(Input begins)
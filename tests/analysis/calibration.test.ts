import { describe, expect, it } from 'vitest';
import type { TickDump } from '../../src/ingest/types.js';
import { calibrationCurves } from '../../src/analysis/calibration.js';

function dump(
  run: string,
  config: string,
  confidence: number[][] | null,
  correct: number[][],
  step: number | null = 10,
): TickDump {
  const ticks = correct[0]?.length ?? 0;
  return {
    run,
    config,
    seed: run,
    file: `${run}.csv`,
    step,
    samples: correct.length,
    ticks,
    correct: Uint8Array.from(correct.flat()),
    certainty: new Float64Array(correct.length * ticks).fill(0.5),
    confidence: confidence === null ? null : Float64Array.from(confidence.flat()),
  };
}

/*
 * Worked by hand from ECE = sum_b |B_b|/n |acc(B_b) - conf(B_b)| (Naeini, Cooper & Hauskrecht 2015;
 * Guo et al. 2017), 2 bins [0, .5] and (.5, 1]; per bin |B|/n |acc - conf| = |#correct - sum conf| / n.
 * Run 1 (rows are samples, columns ticks 0 and 1):
 *   conf .4 .9 / .6 .8 / .7 .6 / .3 .5     correct 0 1 / 1 1 / 0 0 / 1 0
 *   tick 0: bin 0 {.4 w, .3 r} |1 - .7| = .3;  bin 1 {.6 r, .7 w} |1 - 1.3| = .3;   ECE = .6/4 = .15
 *   tick 1: bin 0 {.5 w}       |0 - .5| = .5;  bin 1 {.9 r, .8 r, .6 w} |2 - 2.3| = .3; ECE = .8/4 = .2
 * Run 2: conf .2 1 / .9 .95 / .55 .7 / NaN .4   correct 0 1 / 1 1 / 1 1 / 0 0
 *   tick 0 (NaN left out, n = 3): bin 0 {.2 w} .2; bin 1 {.9 r, .55 r} |2 - 1.45| = .55; ECE = .75/3 = .25
 *   tick 1: bin 0 {.4 w} .4; bin 1 {1 r, .95 r, .7 r} |3 - 2.65| = .35;             ECE = .75/4 = .1875
 * Reliability at the last tick, pooled: bin 0: 2 predictions, conf .45, acc 0;
 *   bin 1: 6 predictions, conf (2.3 + 2.65)/6 = .825, acc 5/6.
 * Across the two seeds, 95% t-intervals stats.t.interval(0.95, 1, loc=mean(x), scale=stats.sem(x)),
 *   with the exact t quantile (mpmath, 40 digits); scipy 1.10.1 (Debian python3-scipy) agrees within
 *   1.3e-11 (tests/reference/ticks_reference.py):
 *   tick 0 x = [.15, .25]:  mean .2,     (-0.43531023680873476, 0.8353102368087348)
 *   tick 1 x = [.2, .1875]: mean .19375, (0.1143362203989081, 0.2731637796010919)
 */
const RUN_1 = dump(
  'r1',
  'memory=4',
  [
    [0.4, 0.9],
    [0.6, 0.8],
    [0.7, 0.6],
    [0.3, 0.5],
  ],
  [
    [0, 1],
    [1, 1],
    [0, 0],
    [1, 0],
  ],
);
const RUN_2 = dump(
  'r2',
  'memory=4',
  [
    [0.2, 1],
    [0.9, 0.95],
    [0.55, 0.7],
    [Number.NaN, 0.4],
  ],
  [
    [0, 1],
    [1, 1],
    [1, 1],
    [0, 0],
  ],
);

describe('calibrationCurves', () => {
  it('reproduces the hand-worked ECE per tick, its t-interval and the pooled reliability bins', () => {
    const [curve] = calibrationCurves([RUN_1, RUN_2], { bins: 2, level: 0.95 });
    expect(curve).toMatchObject({ config: 'memory=4', bins: 2, seeds: 2 });
    const [t0, t1] = curve?.ece ?? [];
    expect(t0?.tick).toBe(0);
    expect(t0?.mean).toBeCloseTo(0.2, 14);
    expect(t0?.low).toBeCloseTo(-0.43531023680873476, 10);
    expect(t0?.high).toBeCloseTo(0.8353102368087348, 10);
    expect(t1?.mean).toBeCloseTo(0.19375, 14);
    expect(t1?.low).toBeCloseTo(0.1143362203989081, 10);
    expect(t1?.high).toBeCloseTo(0.2731637796010919, 10);
    const [b0, b1] = curve?.reliability ?? [];
    expect(b0).toMatchObject({ low: 0, high: 0.5, count: 2, accuracy: 0 });
    expect(b0?.confidence).toBeCloseTo(0.45, 14);
    expect(b1).toMatchObject({ low: 0.5, high: 1, count: 6 });
    expect(b1?.confidence).toBeCloseTo(0.825, 14);
    expect(b1?.accuracy).toBeCloseTo(5 / 6, 14);
  });

  it('skips dumps without confidence, uses the latest step per run, and gives no interval for one seed', () => {
    const noConfidence = dump('r3', 'memory=4', null, [[1, 1]]);
    const olderRun1 = { ...RUN_2, run: 'r1', step: 5 };
    const onlyCertainty = dump('q1', 'memory=8', null, [[1, 0]]);
    const curves = calibrationCurves([olderRun1, RUN_1, noConfidence, onlyCertainty], { bins: 2, level: 0.95 });
    expect(curves.map((c) => c.config)).toEqual(['memory=4']);
    expect(curves[0]?.seeds).toBe(1);
    expect(curves[0]?.ece[0]).toEqual({ tick: 0, mean: expect.closeTo(0.15, 14) as number, low: null, high: null });
    expect(curves[0]?.ece[1]?.mean).toBeCloseTo(0.2, 14);
  });

  it('uses 15 equal-width bins when asked, with Guo et al. edges', () => {
    const [curve] = calibrationCurves([RUN_1], { bins: 15, level: 0.95 });
    expect(curve?.reliability).toHaveLength(15);
    expect(curve?.reliability[14]?.high).toBe(1);
    expect(curve?.reliability.reduce((a, b) => a + b.count, 0)).toBe(4);
  });

  it('analyses 10,000 samples x 64 ticks x 10 seeds', () => {
    const samples = 10_000;
    const ticks = 64;
    const dumps: TickDump[] = [];
    for (let r = 0; r < 10; r++) {
      const confidence = new Float64Array(samples * ticks);
      const correct = new Uint8Array(samples * ticks);
      for (let s = 0; s < samples; s++) {
        for (let t = 0; t < ticks; t++) {
          // Confidence 0.75 everywhere; the fraction correct is 3/4 at even ticks and 1/2 at odd
          // ticks (sample index mod 4), so ECE is 0 at even ticks and |0.5 - 0.75| = 0.25 at odd.
          confidence[s * ticks + t] = 0.75;
          correct[s * ticks + t] = t % 2 === 0 ? (s % 4 !== 0 ? 1 : 0) : s % 2;
        }
      }
      dumps.push({
        run: `r${r}`,
        config: 'big',
        seed: String(r),
        file: '',
        step: 1,
        samples,
        ticks,
        correct,
        certainty: confidence,
        confidence,
      });
    }
    const [curve] = calibrationCurves(dumps, { bins: 15, level: 0.95 });
    expect(curve?.seeds).toBe(10);
    expect(curve?.ece).toHaveLength(ticks);
    expect(curve?.ece[0]?.mean).toBeCloseTo(0, 12);
    expect(curve?.ece[63]?.mean).toBeCloseTo(0.25, 12);
    expect(curve?.ece[63]?.low).toBeCloseTo(0.25, 12);
    expect(curve?.reliability[11]).toMatchObject({ count: 10 * samples, accuracy: 0.5, confidence: 0.75 });
  });

  it('throws a RangeError for bad bins or confidence outside [0, 1]', () => {
    expect(() => calibrationCurves([RUN_1], { bins: 0, level: 0.95 })).toThrow(RangeError);
    const bad = dump('x', 'c', [[1.2]], [[1]]);
    expect(() => calibrationCurves([bad], { bins: 15, level: 0.95 })).toThrow(/\[0, 1\]/);
  });
});
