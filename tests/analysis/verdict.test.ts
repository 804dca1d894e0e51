import { describe, expect, it } from 'vitest';
import { adjustFamily, decideVerdict } from '../../src/analysis/verdict.js';

describe('adjustFamily', () => {
  it('Holm and Benjamini-Hochberg on the METHODS.md check values, nulls left out', () => {
    // METHODS.md: Holm on [.01, .04, .03, .005, .2, .03] is [.05,
    // .12, .12, .03, .2, .12]; BH [.03, .048, .045, .03, .2, .045]
    const p = [0.01, null, 0.04, 0.03, 0.005, 0.2, 0.03];
    const holm = adjustFamily(p, 'holm');
    const bh = adjustFamily(p, 'bh');
    [0.05, null, 0.12, 0.12, 0.03, 0.2, 0.12].forEach((v, i) => {
      if (v === null) expect(holm[i]).toBeNull();
      else expect(holm[i]).toBeCloseTo(v, 12);
    });
    [0.03, null, 0.048, 0.045, 0.03, 0.2, 0.045].forEach((v, i) => {
      if (v === null) expect(bh[i]).toBeNull();
      else expect(bh[i]).toBeCloseTo(v, 12);
    });
    expect(adjustFamily(p, 'none')).toEqual(p);
  });
});

describe('decideVerdict', () => {
  it('better/worse follow the goal direction; inconclusive without significance', () => {
    expect(decideVerdict(0.01, 0.3, 'max', 0.05)).toBe('better');
    expect(decideVerdict(0.01, -0.3, 'max', 0.05)).toBe('worse');
    expect(decideVerdict(0.01, -0.3, 'min', 0.05)).toBe('better');
    expect(decideVerdict(0.01, 0.3, 'min', 0.05)).toBe('worse');
    expect(decideVerdict(0.05, 0.3, 'max', 0.05)).toBe('inconclusive'); // p must be below alpha
    expect(decideVerdict(null, 0.3, 'max', 0.05)).toBe('inconclusive');
    expect(decideVerdict(0.001, 0, 'max', 0.05)).toBe('inconclusive');
  });
});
(Input ends)
Prompt - Your answer must be a single number: the count of lines above that hold the word "analysis".

Reply - 4